Exercise description
Reproduce exactly, with no other output, every line of the data below from the line containing "let k = v >" to the end, inclusive.

--- Material provided ---

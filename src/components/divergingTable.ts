import chroma from 'chroma-js';

/** Entries in a colour lookup table: one byte of index, so painting is a multiply, a clamp and a load. */
export const TABLE_SIZE = 256;

/**
 * The colours of a signed field, symmetric about zero: blue for negative, near-white at zero, red for
 * positive. Both ends have the same CIELAB lightness (L* = 40) and the middle is a neutral L* = 97,
 * and the scale interpolates in CIELAB, so |value| alone sets the lightness and equal steps in value
 * read as equal steps in lightness. Blue against red stays distinguishable under the common
 * colour-vision deficiencies (unlike red against green). Chroma is the largest each hue holds in sRGB.
 */
const NEGATIVE = chroma.lch(40, 48, 280);
const ZERO = chroma.lch(97, 0, 0);
const POSITIVE = chroma.lch(40, 60, 25);

/**
 * A 256-entry table of opaque RGBA pixels packed in the platform's byte order, ready to store into a
 * Uint32Array view of ImageData.data. Entry i stands for the value (i + ½)/128 − 1 of the range [−1, 1]
 * (zero lies between entries 127 and 128), and entry 255 − i mirrors entry i.
 */
export function divergingTable(): Uint32Array {
  const scale = chroma.scale([NEGATIVE, ZERO, POSITIVE]).mode('lab');
  // Write bytes, then view them as words: the packing follows the platform's endianness by construction.
  const bytes = new Uint8ClampedArray(4 * TABLE_SIZE);
  for (let i = 0; i < TABLE_SIZE; i++) {
    const [r, g, b] = scale((i + 0.5) / TABLE_SIZE).rgb();
    bytes[4 * i] = r;
    bytes[4 * i + 1] = g;
    bytes[4 * i + 2] = b;
    bytes[4 * i + 3] = 255;
  }
  return new Uint32Array(bytes.buffer);
}
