import { drawHeatmapFigure, type FigureLayout } from './drawHeatmapFigure';

export { FIGURE_MARGINS, figureLayout, type Box, type FigureLayout } from './drawHeatmapFigure';

export interface FigureText {
  /** e.g. "ζ  relative vorticity ∇²ψ" */
  title: string;
  /** e.g. "t = 12.30 T" */
  stamp: string;
  /** Colour-bar label, e.g. "ζ [T⁻¹]". */
  barLabel: string;
  Lx: number;
  Ly: number;
  /** Symmetric colour range ±range. */
  range: number;
}

/**
 * Draw a field figure: the painted field (`tile`, one pixel per grid point, north up) over the plot
 * box, axes in model units from 0 to Lx and Ly, and the symmetric colour bar ±range. The field is a
 * smooth (spectrally truncated) function: bilinear smoothing shows it better than blocks of uneven
 * size at a non-integer scale, which would show a grid pattern not in the data.
 */
export function drawFieldFigure(
  ctx: CanvasRenderingContext2D,
  layout: FigureLayout,
  dpr: number,
  tile: CanvasImageSource,
  barTile: CanvasImageSource,
  text: FigureText,
): void {
  drawHeatmapFigure(ctx, layout, dpr, tile, barTile, {
    title: text.title,
    stamp: text.stamp,
    x: { min: 0, max: text.Lx, label: 'x [L], east →' },
    y: { min: 0, max: text.Ly, label: 'y [L], north →' },
    bar: { lo: -text.range, hi: text.range, label: text.barLabel },
  });
}
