import { describe, expect, it } from 'vitest';
import { runSweepJob } from '../../lib/sweep/runSweepJob';
import { sweepFits } from '../../lib/sweep/sweepFits';
import { expandSweep } from '../../lib/sweep/sweepRuns';
import { parseSweepSpec } from '../../lib/sweep/sweepSpec';
import { tableColumns, tableRows, type TableRow } from '../../lib/sweep/sweepTable';

const clock = { seconds: () => 0, iso: () => '2025-01-01T00:00:00Z' };

describe('two-layer sweeps and the fits against the criticality', () => {
  it('accept the two-layer keys and give the eddy diffusivity and velocity in thermal-wind units', () => {
    const spec = parseSweepSpec({
      base: {
        layers: 2,
        kd: 4,
        depth_ratio: 1,
        nx: 32,
        ny: 32,
        kf: 8,
        dkf: 1.5,
        mu: 0.5,
        eps: 0.5,
        nu: 1e-8,
        dt: 0.02,
      },
      vary: [{ param: 'shear', values: [0.5, 1] }],
      length: { steps: 40 },
      average: 0.4,
    });
    const records = expandSweep(spec).map((j) => runSweepJob(j, clock));
    const rows = tableRows(records);
    expect(tableColumns(['shear'])).toEqual(expect.arrayContaining(['diffusivity_scaled', 'velocity_scaled']));
    for (const [i, r] of rows.entries()) {
      const s = records[i].summary;
      expect(r.layers).toBe(2);
      // U = shear/2 the thermal wind, λ = 1/k_d (Held & Larichev's units) [derived: the definitions].
      const U = (r.shear as number) / 2;
      expect(r.velocity_scaled).toBeCloseTo(s.eddy_velocity! / U, 12);
      expect(r.diffusivity_scaled).toBeCloseTo(s.eddy_diffusivity! / (U * 0.25), 12);
      // ξ = δk_d²ΔU/((1 + δ)β) = 8·shear/β with the default β [derived: docs/two-layer.md].
      expect(r.supercriticality).toBeCloseTo((8 * (r.shear as number)) / records[i].params.beta, 12);
    }
    const fits = sweepFits(rows, { resamples: 10 });
    expect(fits.eddy_velocity_vs_supercriticality.error).toMatch(/2 usable points/);
  });

  it('recover an exact power law of D and V against ξ, with the prefactor at the fixed exponent', () => {
    // Rows of the test's own on exact laws D/(Uλ) = 0.3 ξ², V/U = 0.7 ξ (the forms of Held & Larichev,
    // J. Atmos. Sci. 53, 946 (1996) [published], with made-up prefactors): log-log least squares
    // returns them to round-off [derived: the fit is exact on exact data].
    const rows: TableRow[] = [1.5, 2, 3, 5, 8].map((xi) => ({
      status: 'done',
      supercriticality: xi,
      diffusivity_scaled: 0.3 * xi * xi,
      velocity_scaled: 0.7 * xi,
    }));
    const fits = sweepFits(rows, { resamples: 50, seed: 3 });
    const d = fits.eddy_diffusivity_vs_supercriticality;
    expect(d.error).toBeNull();
    expect(d.exponent).toBeCloseTo(2, 10);
    expect(d.prefactor).toBeCloseTo(0.3, 10);
    expect(d.fixed_exponent).toBe(2);
    expect(d.prefactor_at_fixed_exponent).toBeCloseTo(0.3, 10);
    expect(d.prefactor_at_exponent_1).toBeNull();
    expect(d.exponent_ci![0]).toBeLessThanOrEqual(2 + 1e-9);
    expect(d.exponent_ci![1]).toBeGreaterThanOrEqual(2 - 1e-9);
    const v = fits.eddy_velocity_vs_supercriticality;
    expect(v.exponent).toBeCloseTo(1, 10);
    expect(v.prefactor_at_exponent_1).toBeCloseTo(0.7, 10);
    // One-layer fits of these rows have nothing to fit.
    expect(fits.u_rms_vs_balance_velocity.error).not.toBeNull();
  });
});
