/**
 * Text with the plain subscript and superscript notation of Stria's labels and formulas (k_R, U_rms,
 * (β³/ε)^{1/5}, 720^{1/4}) split into pieces to show as subscripts and superscripts, so no raw
 * notation reaches the page: `_x` or `_{…}` is a subscript, `^x` or `^{…}` a superscript, where x is
 * a run of letters and digits (a superscript may start with a sign). Nothing else is interpreted.
 */
export interface MathPiece {
  text: string;
  kind: 'plain' | 'sub' | 'sup';
}

const SUB_RUN = /^[\p{L}\p{Nd}]+/u;
const SUP_RUN = /^[−+-]?[\p{L}\p{Nd}/.½⅓¼⅕]+/u;

export function mathPieces(text: string): MathPiece[] {
  const out: MathPiece[] = [];
  let plain = '';
  let i = 0;
  const flush = () => {
    if (plain) out.push({ text: plain, kind: 'plain' });
    plain = '';
  };
  while (i < text.length) {
    const c = text[i];
    // An underscore between letters (a key like u_rms inside a word) is a subscript too; a lone one is text.
    if ((c === '_' || c === '^') && i > 0) {
      const rest = text.slice(i + 1);
      let body: string | null = null;
      let used = 0;
      if (rest.startsWith('{')) {
        const end = rest.indexOf('}');
        if (end > 0) {
          body = rest.slice(1, end);
          used = end + 1;
        }
      } else {
        const m = (c === '_' ? SUB_RUN : SUP_RUN).exec(rest);
        if (m) {
          body = m[0];
          used = m[0].length;
        }
      }
      if (body !== null) {
        flush();
        out.push({ text: body.replace(/-/g, '−'), kind: c === '_' ? 'sub' : 'sup' });
        i += 1 + used;
        continue;
      }
    }
    plain += c;
    i++;
  }
  flush();
  return out;
}
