import { describe, expect, it } from 'vitest';
import { runSweepJob } from '../../lib/sweep/runSweepJob';
import {
  formatSweepRecord,
  joinRecords,
  parseSweepRecord,
  sealRecord,
  type SweepRecord,
} from '../../lib/sweep/sweepRecord';
import { expandSweep } from '../../lib/sweep/sweepRuns';
import { parseSweepSpec } from '../../lib/sweep/sweepSpec';
import { sweepFits } from '../../lib/sweep/sweepFits';
import { tableRows } from '../../lib/sweep/sweepTable';

const clock = { seconds: () => 0, iso: () => '2025-01-01T00:00:00Z' };
const spec = parseSweepSpec({
  base: { nx: 32, ny: 32, kf: 8, dkf: 1.5, mu: 0.5, eps: 0.5, nu: 1e-8, dt: 0.05 },
  vary: [{ param: 'beta', values: [5, 10] }],
  length: { steps: 40 },
  average: 1,
});
const records = expandSweep(spec).map((j) => runSweepJob(j, clock));

describe('sweep records', () => {
  it('round-trip through one line of JSON, bit for bit', () => {
    const line = formatSweepRecord(records[0]);
    expect(line).not.toContain('\n');
    expect(parseSweepRecord(line)).toEqual(records[0]);
    expect(() => parseSweepRecord('{"format":"stria-sweep-run","version":2,"id":"x"}')).toThrow(/^id:/);
    // A line of the journal format before the detector's verdicts is refused by its version.
    expect(() => parseSweepRecord('{"format":"stria-sweep-run","version":1,"id":"x"}')).toThrow(/^version: must be 2/);
    expect(() => parseSweepRecord('{"format":')).toThrow(/not JSON/);
  });

  it('refuse a line changed after it was written: by its digest, and by its run id', () => {
    const line = JSON.parse(formatSweepRecord(records[0]));
    const edited = { ...line, summary: { ...line.summary, u_rms: line.summary.u_rms * 1.5 } };
    expect(() => parseSweepRecord(JSON.stringify(edited))).toThrow(/^digest: does not match the line/);
    expect(() => parseSweepRecord(JSON.stringify({ ...line, digest: undefined }))).toThrow(/^digest: missing/);
    // A line whose digest was made again after the edit still names a run its parameters are not.
    const { digest: _, ...rest } = { ...line, params: { ...line.params, beta: 7 } };
    expect(() => parseSweepRecord(JSON.stringify(sealRecord(rest)))).toThrow(
      new RegExp(`^id: ${line.id} is not the id of the line's parameters and plan`),
    );
    // A version-1 line, written before lines carried a digest and the detector's verdicts, is refused by its version.
    const { digest: __, ...v1 } = { ...line, version: 1 };
    expect(() => parseSweepRecord(JSON.stringify(v1))).toThrow(/^version: must be 2/);
  });

  it('join by id, keep one of each, and refuse a disagreement naming the run', () => {
    const rerun: SweepRecord = { ...records[1], wall_seconds: 9, finished_at: '2025-02-01T00:00:00Z' };
    const joined = joinRecords([
      { name: 'a', records: [records[1]] },
      { name: 'b', records: [rerun, records[0]] },
    ]);
    expect(joined.map((r) => r.id)).toEqual(records.map((r) => r.id));
    const changed: SweepRecord = {
      ...records[1],
      summary: { ...records[1].summary, energy: records[1].summary.energy! * (1 + 2 ** -52) },
    };
    expect(() =>
      joinRecords([
        { name: 'a', records: [records[1]] },
        { name: 'b', records: [changed] },
      ]),
    ).toThrow(new RegExp(`${records[1].id} differs between a and b: summary.energy`));
  });

  it('give table rows with the fit scales, and fits that say why they cannot be made', () => {
    const rows = tableRows(records);
    expect(rows[0]).toMatchObject({ id: records[0].id, beta: 5, seed: 1, status: 'done', balance_velocity: 1 });
    expect(rows[0].rhines_length).toBeCloseTo((2 * Math.PI) / records[0].summary.k_rhines!, 12);
    const fits = sweepFits(rows, { resamples: 10 });
    expect(fits.u_rms_vs_balance_velocity.error).toMatch(/2 usable points/);
  });
});
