import { niceTicks, tickLabel } from './niceTicks';

/** A rectangle in CSS pixels. */
export interface Box {
  x: number;
  y: number;
  w: number;
  h: number;
}

/** Where the parts of the figure go, in CSS pixels. */
export interface FigureLayout {
  width: number;
  height: number;
  plot: Box;
  bar: Box;
}

// Margins for tick labels and titles (CSS px); the colour bar sits right of the plot.
const LEFT = 54;
const RIGHT = 86;
const TOP = 28;
const BOTTOM = 42;
const BAR_GAP = 14;
const BAR_WIDTH = 14;

/**
 * Lay the figure out in `width` CSS pixels: the plot keeps the domain's aspect Lx/Ly (so a grid cell
 * with dx = dy is square) and is no taller than `maxPlotHeight`.
 */
export function figureLayout(width: number, aspect: number, maxPlotHeight: number): FigureLayout {
  let w = Math.max(40, width - LEFT - RIGHT);
  let h = w / aspect;
  if (h > maxPlotHeight) {
    h = Math.max(40, maxPlotHeight);
    w = h * aspect;
  }
  w = Math.round(w);
  h = Math.round(h);
  const plot = { x: LEFT, y: TOP, w, h };
  return { width: LEFT + w + RIGHT, height: TOP + h + BOTTOM, plot, bar: { x: LEFT + w + BAR_GAP, y: TOP, w: BAR_WIDTH, h } };
}

export interface FigureText {
  /** e.g. "ζ  relative vorticity ∇²ψ" */
  title: string;
  /** e.g. "t = 12.30 T" */
  stamp: string;
  /** Colour-bar label, e.g. "ζ [T⁻¹]". */
  barLabel: string;
  Lx: number;
  Ly: number;
  /** Symmetric colour range ±range. */
  range: number;
}

const FONT = '12px system-ui, sans-serif';
const INK = '#1b1b1b';
const MUTED = '#555';

/**
 * Draw the whole figure: the painted field (`tile`, one pixel per grid point, north up) stretched over
 * the plot box, axes with ticks in model units, and the colour bar (`barTile`, 1 × N, top = +range)
 * with its values. `dpr` is the ratio of backing-store to CSS pixels, set by the caller explicitly.
 */
export function drawFieldFigure(ctx: CanvasRenderingContext2D, layout: FigureLayout, dpr: number, tile: CanvasImageSource, barTile: CanvasImageSource, text: FigureText): void {
  const { plot, bar } = layout;
  ctx.setTransform(dpr, 0, 0, dpr, 0, 0);
  ctx.fillStyle = '#fff';
  ctx.fillRect(0, 0, layout.width, layout.height);
  // The field is a smooth (spectrally truncated) function: bilinear smoothing shows it better than
  // blocks of uneven size at a non-integer scale, which would show a grid pattern not in the data.
  ctx.imageSmoothingEnabled = true;
  ctx.imageSmoothingQuality = 'high';
  ctx.drawImage(tile, plot.x, plot.y, plot.w, plot.h);
  ctx.imageSmoothingEnabled = false;
  ctx.drawImage(barTile, bar.x, bar.y, bar.w, bar.h);

  ctx.strokeStyle = INK;
  ctx.lineWidth = 1;
  ctx.strokeRect(plot.x - 0.5, plot.y - 0.5, plot.w + 1, plot.h + 1);
  ctx.strokeRect(bar.x - 0.5, bar.y - 0.5, bar.w + 1, bar.h + 1);
  ctx.font = FONT;
  ctx.fillStyle = INK;

  // x axis: 0 … Lx left to right.
  const xt = niceTicks(0, text.Lx, Math.max(2, Math.floor(plot.w / 70)));
  const xs = xt.length > 1 ? xt[1] - xt[0] : text.Lx;
  ctx.textAlign = 'center';
  ctx.textBaseline = 'top';
  for (const x of xt) {
    const px = Math.round(plot.x + (x / text.Lx) * plot.w) + 0.5;
    tick(ctx, px, plot.y + plot.h, px, plot.y + plot.h + 4);
    ctx.fillText(tickLabel(x, xs), px, plot.y + plot.h + 6);
  }
  ctx.fillText('x [L], east →', plot.x + plot.w / 2, plot.y + plot.h + 24);

  // y axis: 0 … Ly bottom to top (north up).
  const yt = niceTicks(0, text.Ly, Math.max(2, Math.floor(plot.h / 50)));
  const ys = yt.length > 1 ? yt[1] - yt[0] : text.Ly;
  ctx.textAlign = 'right';
  ctx.textBaseline = 'middle';
  for (const y of yt) {
    const py = Math.round(plot.y + plot.h - (y / text.Ly) * plot.h) + 0.5;
    tick(ctx, plot.x - 4, py, plot.x, py);
    ctx.fillText(tickLabel(y, ys), plot.x - 6, py);
  }
  ctx.save();
  ctx.translate(14, plot.y + plot.h / 2);
  ctx.rotate(-Math.PI / 2);
  ctx.textAlign = 'center';
  ctx.fillText('y [L], north →', 0, 0);
  ctx.restore();

  // Colour bar values, symmetric about zero.
  const ct = text.range > 0 ? niceTicks(-text.range, text.range, 4) : [0];
  const cs = ct.length > 1 ? ct[1] - ct[0] : 1;
  ctx.textAlign = 'left';
  for (const c of ct) {
    const py = Math.round(bar.y + bar.h / 2 - (text.range > 0 ? (c / text.range) * (bar.h / 2) : 0)) + 0.5;
    tick(ctx, bar.x + bar.w, py, bar.x + bar.w + 4, py);
    ctx.fillText(tickLabel(c, cs), bar.x + bar.w + 6, py);
  }
  ctx.textAlign = 'left';
  ctx.textBaseline = 'bottom';
  ctx.fillText(text.barLabel, bar.x - 2, bar.y - 6);

  // Title and time stamp above the plot.
  ctx.font = `600 ${FONT}`;
  ctx.fillText(text.title, plot.x, plot.y - 8);
  ctx.font = FONT;
  ctx.fillStyle = MUTED;
  ctx.textAlign = 'right';
  ctx.fillText(text.stamp, plot.x + plot.w, plot.y - 8);
}

function tick(ctx: CanvasRenderingContext2D, x0: number, y0: number, x1: number, y1: number): void {
  ctx.beginPath();
  ctx.moveTo(x0, y0);
  ctx.lineTo(x1, y1);
  ctx.stroke();
}
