import chroma from 'chroma-js';
import { TABLE_SIZE } from './divergingTable';

/**
 * A one-hue colour table for positive quantities (a log power map): from the near-white zero of the
 * diverging table through its red to a dark red, interpolated in CIELAB so lightness falls evenly
 * with the value. Packed like `divergingTable` (RGBA bytes viewed as platform-order words).
 */
export function sequentialTable(): Uint32Array {
  const scale = chroma
    .scale([chroma.lch(97, 0, 0), chroma.lch(62, 55, 40), chroma.lch(40, 60, 25), chroma.lch(18, 30, 20)])
    .mode('lab');
  const bytes = new Uint8ClampedArray(4 * TABLE_SIZE);
  for (let i = 0; i < TABLE_SIZE; i++) {
    const [r, g, b] = scale((i + 0.5) / TABLE_SIZE).rgb();
    bytes.set([r, g, b, 255], 4 * i);
  }
  return new Uint32Array(bytes.buffer);
}

/**
 * Paint positive values (row-major, rows ascending in y: values[r·cols + c]) into `pixels`, top row
 * = last data row, through `table` on a log scale: log10(value) from `lo` to `hi` (decades) across
 * the table, clamped; values ≤ 0 (no mode there) take the table's first entry.
 */
export function paintLogMap(
  values: Float64Array,
  cols: number,
  rows: number,
  lo: number,
  hi: number,
  table: Uint32Array,
  pixels: Uint32Array,
): void {
  if (values.length !== cols * rows || pixels.length !== cols * rows)
    throw new RangeError(
      `paintLogMap: expected ${cols * rows} values and pixels, got ${values.length} and ${pixels.length}`,
    );
  const s = hi > lo ? TABLE_SIZE / (hi - lo) : 0;
  for (let r = 0; r < rows; r++) {
    const src = r * cols;
    const dst = (rows - 1 - r) * cols;
    for (let c = 0; c < cols; c++) {
      const v = values[src + c];
      let k = v > 0 ? Math.floor((Math.log10(v) - lo) * s) : 0;
      if (k < 0) k = 0;
      else if (k > TABLE_SIZE - 1) k = TABLE_SIZE - 1;
      pixels[dst + c] = table[k];
    }
  }
}

/** The decades a log map shows: from `decades` below the largest positive value up to it. */
export function logRange(values: Float64Array, decades = 6): { lo: number; hi: number } {
  let max = 0;
  for (let i = 0; i < values.length; i++) if (values[i] > max) max = values[i];
  const hi = max > 0 ? Math.log10(max) : 0;
  return { lo: hi - decades, hi };
}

---

Solution below
      let k = v > 0 ? Math.floor((Math.log10(v) - lo) * s) : 0;
      if (k < 0) k = 0;
      else if (k > TABLE_SIZE - 1) k = TABLE_SIZE - 1;
      pixels[dst + c] = table[k];
    }
  }
}

/** The decades a log map shows: from `decades` below the largest positive value up to it. */
export function logRange(values: Float64Array, decades = 6): { lo: number; hi: number } {
  let max = 0;
  for (let i = 0; i < values.length; i++) if (values[i] > max) max = values[i];
  const hi = max > 0 ? Math.log10(max) : 0;
  return { lo: hi - decades, hi };
}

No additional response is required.